Colleagues encouraged her to delete all social media and browsing history, following reports that authorities would seize phones and use Facebook groups as the news sites people have received as evidence to hold them accountable.
Protests have erupted around the couple’s city center apartment. “On Sunday evening, after the election results were released, we saw a lot of people walking in crowds in the street. Just running, that’s it, and cars hung, ‘she said.
‘Then we saw the cars of the special forces, cars I had never seen in my life, with enormous shields for them to disperse people, and then came black cars without number plates. We saw the doors open, and special forces began to come out of them, chasing the Protestants down the street. One man was chased and beaten, and then they took him in a car and left. ‘
In the reflection of her windows, Anastasia saw explosions, “like fireworks,” and heard shots. Like others who spoke with the Guardian, Anastasia said armed teams in ambulances had arrived to approach nearby protesters without suspicion arising before jumping out and arresting them.
“They just hold people tight, they don’t need a specific reason,” she said. ‘If they want to do it, they’ll put you in jail. There is no law anymore, the law does not work. ”
Hours on Thursday, Viktar *, who had been an independent observer in the election, stood with hundreds of others in a chain chanting over the capital. He said activists linked weapons in silent protest.

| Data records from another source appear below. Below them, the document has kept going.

/** Progress state and the text drawn from it; separate from the timers so tests can draw frames at chosen moments. */
export class ProgressState {
  readonly started: number;
  last: BuildProgress | undefined;
  private phaseKey: string | undefined;
  private phaseStarted = 0;
  /** When the last report came. */
  private lastAt = 0;
  /** This phase's samples, oldest first; the first is the rate's baseline (see update). */
  private samples: Sample[] = [];

  constructor(now: number) {
    this.started = now;
  }

  update(p: BuildProgress, now: number): void {
    const c = p.current;
    // Rates and the phase's clock start again with every phase: one phase's pace says nothing of the next's.
    const key = `${c.index}:${c.phase}`;
    if (key !== this.phaseKey) {
      this.phaseKey = key;
      this.phaseStarted = now;
      this.samples = [];
    }
    this.last = p;
    this.lastAt = now;
    this.samples.push({ t: now, bytes: c.bytesDone, records: c.records });
    // Keep one sample at or before the window's start, so the rate always spans the whole window.
    while (this.samples.length > 2 && this.samples[1].t <= now - RATE_WINDOW_MS) this.samples.shift();
  }

  figures(now: number): PhaseFigures | undefined {
    const p = this.last;
    if (!p) return undefined;
    const c = p.current;
    const timing = this.timing();
    const base = this.samples.filter((s) => s.t <= now - RATE_WINDOW_MS).at(-1) ?? this.samples[0];
    // The rate runs to `now`, not to the last report: a phase that stalls shows its rate falling.
    const dt = (now - base.t) / 1000;
    const moving = !timing && dt > 0;
    const bytesPerSecond = moving && c.bytesTotal > 0 ? (c.bytesDone - base.bytes) / dt : undefined;
    const recordsPerSecond = moving ? (c.records - base.records) / dt : undefined;
    const bytesLeft = c.bytesTotal - c.bytesDone;
    const secondsLeft = bytesPerSecond && bytesPerSecond > 0 && bytesLeft > 0 ? bytesLeft / bytesPerSecond : undefined;
    // A finished phase is whole even when its byte count fell short of the estimate made before it began.
    const fraction = timing ? 1 : c.bytesTotal > 0 ? Math.min(1, c.bytesDone / c.bytesTotal) : c.tasks > 0 ? c.tasksDone / c.tasks : 0;
    return {
      phase: c.phase,
      number: c.index + 1,
      phases: c.phases,
      tasksDone: c.tasksDone,
      tasks: c.tasks,
      bytesDone: c.bytesDone,
      bytesTotal: c.bytesTotal,
      records: c.records,
      bytesPerSecond,
      recordsPerSecond,
      secondsLeft,
      fraction,
      phaseMs: timing ? timing.seconds * 1000 : now - this.phaseStarted,
      finished: timing !== undefined,
    };
  }

  /**
   * The current phase's timing once it is over: the build's, or, when every task is done but no timing
   * came (a lone task process measures only its own task), one from the reports this display received.
   */
  private timing(): PhaseTiming | undefined {
    const p = this.last;
    if (!p) return undefined;
    const c = p.current;
    // Phase names are unique within a plan.
    const given = p.finished.find((f) => f.phase === c.phase);
    if (given || c.tasks === 0 || c.tasksDone < c.tasks) return given;
    return { phase: c.phase, tasks: c.tasks, seconds: (this.lastAt - this.phaseStarted) / 1000, bytes: c.bytesDone, records: c.records };
  }

  /** Every phase over so far, in order, with its timing (for the closing table and the "phases" log line). */
  phasesDone(): PhaseTiming[] {
    const done = [...(this.last?.finished ?? [])];
    const current = this.timing();
    if (current && !done.includes(current)) done.push(current);
    return done;
  }

  /** The two lines of a frame, each cut to `columns - 1` characters so the terminal never wraps them. */
  frame(now: number, columns: number): string[] {
    const f = this.figures(now);
    if (!f) return [];
    const width = Math.max(1, columns - 1);
    const head = `phase ${f.number}/${f.phases} ${f.phase}  tasks ${f.tasksDone}/${f.tasks}`;
    const pct = `${Math.floor(100 * f.fraction)}`.padStart(3) + "%";
    const amount = f.bytesTotal > 0 ? `${formatBytes(f.bytesDone)} / ${formatBytes(f.bytesTotal)}` : undefined;
    const rate = f.bytesPerSecond !== undefined ? `${formatBytes(Math.round(f.bytesPerSecond))}/s` : undefined;
    let left: string;
    if (f.finished) left = `done in ${formatDuration(f.phaseMs)}`;
    else if (f.secondsLeft !== undefined) left = `${formatDuration(1000 * f.secondsLeft)} left`;
    // All read but not yet finished: the phase is writing or sorting, and no byte rate can say for how long.
    else if (f.bytesTotal > 0 && f.bytesDone >= f.bytesTotal) left = "all read, finishing";
    else left = "time left unknown";
    // On a narrow terminal the byte rate goes first (the time left already says what it would tell), then the
    // byte counts (the bar shows the share). What still does not fit is cut at the end.
    const tails = [[amount, rate, left], [amount, left], [left]].map((t) => t.filter((x) => x !== undefined).join(" · "));
    const fixed = (tail: string) => head.length + 2 + 1 + pct.length + 2 + tail.length;
    const tail = tails.find((t) => width - fixed(t) >= MIN_BAR) ?? tails[tails.length - 1];
    const barWidth = Math.max(MIN_BAR, Math.min(MAX_BAR, width - fixed(tail)));
    const line1 = `${head}  ${bar(f.fraction, barWidth)} ${pct}  ${tail}`;
    const perSecond = f.recordsPerSecond !== undefined ? ` · ${count(f.recordsPerSecond)}/s` : "";
    const line2 = `records ${count(f.records)}${perSecond} · ${formatDuration(f.phaseMs)} in this phase · ${formatDuration(now - this.started)} in all`;
    return [line1, line2].map((l) => cut(l, width));
  }

  /** The closing table: every finished phase with its tasks, time, bytes, records and rate, then the whole build. */
  summary(now: number): string {
    const done = this.phasesDone();
    const rows: (string | number)[][] = [["phase", "tasks", "time", "bytes", "records", "rate"]];
    for (const t of done) rows.push([t.phase, t.tasks, formatDuration(1000 * t.seconds), formatBytes(t.bytes), count(t.records), phaseRate(t)]);
    // The total's time is the command's wall clock (loading and the gaps between phases included). Bytes and
    // records are not summed: each phase reads what the one before wrote, so a sum would count data again and again.
    rows.push(["total", done.reduce((a, t) => a + t.tasks, 0), formatDuration(now - this.started), "", "", ""]);
    // Figures read best right-aligned, under headings aligned the same way; `table` pads strings on the right, so
    // pad them here first.
    for (let col = 2; col < rows[0].length; col++) {
      const w = Math.max(...rows.map((r) => String(r[col]).length));
      for (const r of rows) r[col] = String(r[col]).padStart(w);
    }
    return table(rows);
  }
}
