// Explicit ids must be unique across a source's units (each unit checks its own rows while it is
// read): an engine-internal keyed step. The read phase collects (source, id) of the records and
// drops of such sources into the partition of the id's hash; the `ids` phase keeps the first unit
// of every id in build order; the pack phase quarantines the later ones.
import { jsonLineCollectors, type KeyedForm } from "../stages/keyed.js";
import { loadHasher, xxh64String } from "../lib/hash.js";
import type { Unit } from "./unit-io.js";

/** Sources with explicit ids read as more than one unit: only their ids can repeat across units. */
export function sourcesToCheck(units: Unit[]): Set<string> {
  const n = new Map<string, number>();
  for (const u of units) if (u.source.id !== undefined) n.set(u.source.name, (n.get(u.source.name) ?? 0) + 1);
  return new Set([...n].filter(([, k]) => k > 1).map(([s]) => s));
}

const FILE = "ids.jsonl";

/** Options: none. Rows in the collected lines are the unit's own (`i`, before the file-wide numbering). */
export const uniqueIdsForm: KeyedForm<unknown> = {
  kind: "keyed",
  steps: { partition: "ids" },
  collectors: jsonLineCollectors(
    FILE,
    (r) => {
      const k = `${r.source}\u0000${r.id}`;
      return { hash: Number(xxh64String(k) & 0xffffffffn), line: { i: r.seq, k } };
    },
    loadHasher,
  ),
  async partition(_o, p, files, out) {
    const first = new Map<string, number>();
    for (let u = 0; u < files.units; u++) {
      for await (const line of files.lines(FILE, u, p)) {
        const { i, k } = JSON.parse(line) as { i: number; k: string };
        const at = first.get(k);
        if (at === undefined) first.set(k, u);
        // The decision names the unit holding the first: the pack phase words the quarantine by whether it is the same file.
        else if (at !== u) out.decide(u, i, at);
      }
    }
  },
  // Applied by the pack phase itself (a repeated id is quarantined, which no stage can do).
  async applier() {
    return (r) => r;
  },
};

Viktar said he had seen the election fraud for himself: at some polling stations he and his team of observers had counted and photographed the number of voters, but when they checked their numbers against data from the official election commission, it turned out to have added hundreds of votes.
He said votes were cast by the police and that votes changed in those for Lukashenko. “There is nowhere to go for help for the people of Belarus,” he said. “People are just intimidated because at the moment, almost every household has oppressed someone in one way or another: beaten, abducted, or seen these atrocities where they live.”
‘I was at one protest on Wednesday, where the policeman fired rubber bullets at people and threw grenades. There was a lot of blood, ‘he said. “Almost everyone in this area was beaten or escaped.”
At the IT company where he works, three people have been arrested in his department of 12, and two are still in jail.
“It’s awful,” Viktar said. “It’s like a war.”